Сложное детство и пережитое насилие запустили в Доротее Пуэнте процесс психопатизации, который с годами усиливался. Склонность к фантазированию постепенно переросла в патологическую лживость и шизоидное расстройство личности. Будучи крайне инфантильным человеком и одновременно обладая задатками лидера, Доротея нашла весьма изобретательный способ никогда не взрослеть. Поняв, что ее уже не воспринимают юной нимфеткой, она надела старомодные очки, выкрасила волосы под седину и превратилась в милую старушку.

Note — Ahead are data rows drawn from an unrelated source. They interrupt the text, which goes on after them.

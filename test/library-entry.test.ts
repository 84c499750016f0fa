// The library entry point (src/index.ts) carries a CIF all the way to invariants and a distance.
// Rock salt: every ion has 6 nearest neighbours of the other kind at a/2 and 12 of its own kind at a/√2
// (the NaCl structure type, common practice); a = 5.6402 Å (CRC Handbook of Chemistry and Physics, from memory).
import { describe, expect, it } from 'vitest';
import * as polysift from '../src/index.js';

const A = 5.6402;
const rockSalt = (id: string, a: number) => `data_${id}
_cell_length_a ${a}
_cell_length_b ${a}
_cell_length_c ${a}
_cell_angle_alpha 90
_cell_angle_beta 90
_cell_angle_gamma 90
_space_group_name_H-M_alt 'F m -3 m'
_space_group_name_Hall '-F 4 2 3'
loop_
_atom_site_label
_atom_site_type_symbol
_atom_site_fract_x
_atom_site_fract_y
_atom_site_fract_z
Na1 Na 0 0 0
Cl1 Cl 0.5 0.5 0.5
`;

describe('the library entry point', () => {
  it('reads a CIF, builds the periodic set and gives the rock-salt shells as AMD', () => {
    const [result] = polysift.readCifText(rockSalt('nacl', A), 'nacl.cif');
    expect(result!.kind).toBe('record');
    if (result!.kind !== 'record') return;
    const { set } = polysift.toPeriodicSet(result.record, { hydrogens: 'keep' });
    expect(set.motif.length / 3).toBe(8);
    const p = polysift.pdd(set, 18);
    const a = polysift.amd(p);
    for (let j = 0; j < 6; j++) expect(a[j]).toBeCloseTo(A / 2, 10);
    for (let j = 6; j < 18; j++) expect(a[j]).toBeCloseTo(A / Math.SQRT2, 10);
    expect(polysift.crystalFacts(result.record).densityGPerCm3).toBeCloseTo(2.163, 3);
  });

  it('measures a 1% larger cell at EMD a/2 x 1% over the first shell', () => {
    const [r1, r2] = polysift.readCifText(rockSalt('a', A) + rockSalt('b', A * 1.01), 'two.cif');
    if (r1!.kind !== 'record' || r2!.kind !== 'record') throw new Error('both blocks should read');
    const p1 = polysift.pdd(polysift.toPeriodicSet(r1.record, { hydrogens: 'keep' }).set, 6);
    const p2 = polysift.pdd(polysift.toPeriodicSet(r2.record, { hydrogens: 'keep' }).set, 6);
    // Both PDDs are one row of six a/2 entries, so the L-infinity EMD is the difference of a/2.
    expect(polysift.emd(p1, p2)).toBeCloseTo((A * 0.01) / 2, 12);
    expect(polysift.amdDistance(polysift.amd(p1), polysift.amd(p2))).toBeCloseTo((A * 0.01) / 2, 12);
  });
});
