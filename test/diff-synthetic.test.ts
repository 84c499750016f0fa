// diffLandscapes on invented runs built from PDDs with a known overlap (test/diff-fixtures.ts): the
// classification must equal the truth, nearest-across must equal a brute-force scan with the EMD, and
// Spearman's correlation must equal scipy.stats.spearmanr (SciPy, run live in python3) to 1e-12.
import { spawnSync } from 'node:child_process';
import { describe, expect, it } from 'vitest';
import { comparabilityProblem, diffLandscapes } from '../src/landscape/diff.js';
import { validateLandscape } from '../src/landscape/load.js';
import { emd } from '../src/metric/emd.js';
import { landscapeOf, pairedRuns, type SyntheticStructure } from './diff-fixtures.js';

const K = 12;

function pddOf(s: SyntheticStructure) {
  return { k: K, rows: Float64Array.from(s.pdd.rows), weights: Float64Array.from(s.pdd.weights) };
}

function scipySpearman(x: number[], y: number[]): number {
  const script = 'import json,sys\nfrom scipy.stats import spearmanr\nd=json.load(sys.stdin)\nprint(repr(float(spearmanr(d[0], d[1]).statistic)))';
  const py = spawnSync('python3', ['-c', script], { input: JSON.stringify([x, y]), encoding: 'utf8' });
  if (py.status !== 0) throw new Error(`python3 with scipy is needed for this check: ${py.stderr || py.error}`);
  return Number(py.stdout.trim());
}

describe('diffLandscapes on invented runs with known overlap', () => {
  it('classifies every kept structure as the truth says and agrees with scipy on Spearman', async () => {
    const { A, B, truth } = pairedRuns(31, K, 14, 5, 7, 0.004, 0.2);
    const la = validateLandscape(landscapeOf(A, K), 'runA');
    const lb = validateLandscape(landscapeOf(B, K), 'runB');
    const d = await diffLandscapes(la, lb, 'runA', 'runB', { toleranceAngstrom: 0.05, threads: 1 });
    expect(d.counts).toEqual({ both: 14, onlyA: 5, onlyB: 7, keptA: 19, keptB: 21, flatSplit: 0, otherChemistry: 0 });
    for (const s of d.structures) {
      if (s.run === 'A') {
        const want = truth.get(s.id);
        expect(s.presence).toBe(want ? 'both' : 'only-A');
        expect(s.partner).toBe(want ?? null);
      } else {
        const isShared = s.id.startsWith('b-shared-');
        expect(s.presence).toBe(isShared ? 'both' : 'only-B');
        if (isShared) expect(truth.get(s.partner as string)).toBe(s.id);
      }
    }
    // Every matched pair: its EMD recomputed directly, within the noise bound, and nearest both ways.
    const byIdA = new Map(A.map((s) => [s.id, s]));
    const byIdB = new Map(B.map((s) => [s.id, s]));
    for (const p of d.pairs) {
      expect(p.emdAngstrom).toBe(emd(pddOf(byIdA.get(p.idA)!), pddOf(byIdB.get(p.idB)!)));
      expect(p.emdAngstrom).toBeLessThanOrEqual(0.004 + 1e-12);
      expect(p.mutualNearest).toBe(true);
    }
    // Ranks and shifts come straight from the runs' energies.
    const lowA = Math.min(...A.map((s) => s.energy as number));
    const lowB = Math.min(...B.map((s) => s.energy as number));
    for (const p of d.pairs) {
      expect(p.energyRelA).toBeCloseTo((byIdA.get(p.idA)!.energy as number) - lowA, 12);
      expect(p.energyRelShift).toBeCloseTo((byIdB.get(p.idB)!.energy as number) - lowB - ((byIdA.get(p.idA)!.energy as number) - lowA), 12);
      const rankA = 1 + A.filter((s) => (s.energy as number) < (byIdA.get(p.idA)!.energy as number)).length;
      expect(p.rankA).toBe(rankA);
    }
    const x = d.pairs.map((p) => p.energyRelA as number);
    const y = d.pairs.map((p) => p.energyRelB as number);
    expect(d.spearmanPairs).toBe(14);
    expect(Math.abs((d.spearman as number) - scipySpearman(x, y))).toBeLessThan(1e-12);
  });

  it('finds the exact nearest structure of the other run for every kept structure (brute force with the EMD)', async () => {
    const { A, B } = pairedRuns(5, K, 6, 9, 4, 0.01, 0.05);
    const d = await diffLandscapes(landscapeOf(A, K), landscapeOf(B, K), 'a', 'b', { threads: 1 });
    for (const s of d.structures) {
      const mine = (s.run === 'A' ? A : B).find((t) => t.id === s.id)!;
      const other = s.run === 'A' ? B : A;
      const dists = other.map((t) => emd(pddOf(mine), pddOf(t)));
      const best = Math.min(...dists);
      expect(s.nearestOtherDistance).toBe(best);
      expect(dists[other.findIndex((t) => t.id === s.nearestOther)]).toBe(best);
    }
  });

  it('still matches runs without energies, leaving ranks and the correlation empty and saying why', async () => {
    const { A, B } = pairedRuns(9, K, 4, 1, 2, 0.004, 0.2);
    for (const s of B) s.energy = null;
    const d = await diffLandscapes(landscapeOf(A, K), landscapeOf(B, K), 'a', 'b', { threads: 1 });
    expect(d.counts.both).toBe(4);
    expect(d.spearman).toBeNull();
    expect(d.pairs.every((p) => p.rankB === null && p.energyRelShift === null && p.rankA !== null)).toBe(true);
    expect(d.notes).toContain('Run B has no energies, so its energy ranks, the shifts and the rank correlation are left empty.');
  });

  it('refuses runs made with different k or hydrogen settings, naming both', async () => {
    const { A, B } = pairedRuns(3, K, 2, 1, 1, 0.004, 0.2);
    const la = landscapeOf(A, K);
    const lbH = landscapeOf(B, K, { hydrogens: 'drop' });
    expect(comparabilityProblem(la, lbH, 'x/run1', 'x/run2')).toMatch(/hydrogens "keep" in x\/run1 but "drop" in x\/run2/);
    await expect(diffLandscapes(la, lbH, 'x/run1', 'x/run2')).rejects.toThrow(/different invariant settings/);
    const { A: A8, B: B8 } = pairedRuns(3, 8, 2, 1, 1, 0.004, 0.2);
    const lk = landscapeOf(B8, 8);
    expect(comparabilityProblem(landscapeOf(A8, 8), lk)).toBeNull();
    await expect(diffLandscapes(la, lk, 'p', 'q')).rejects.toThrow(/PDD depth k = 12 in p but k = 8 in q/);
  });
});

Таким нестандартным путем она решила перепрыгнуть тот этап жизни, на котором человеку не дают поблажек по возрасту.

Ее расстройство личности с годами прогрессировало, заставляя искать поддержки и понимания у людей, которым приходится хуже, чем ей: у шизофреников, алкоголиков, никому не нужных стариков и городских сумасшедших. Вместе с прогрессирующим расстройством Доротея становилась все более инфантильной, но при этом продолжала «оставаться лидером в своей компании». Она выдумывала строгие правила жизни в пансионате, рассказывала странные, непохожие на правду истории и закапывала трупы на заднем дворе. Постепенно она превращалась в пятилетнюю девочку-старушку, которая повелевает своими игрушками, казнит и милует по собственному усмотрению, рассказывает сказки и выращивает помидоры.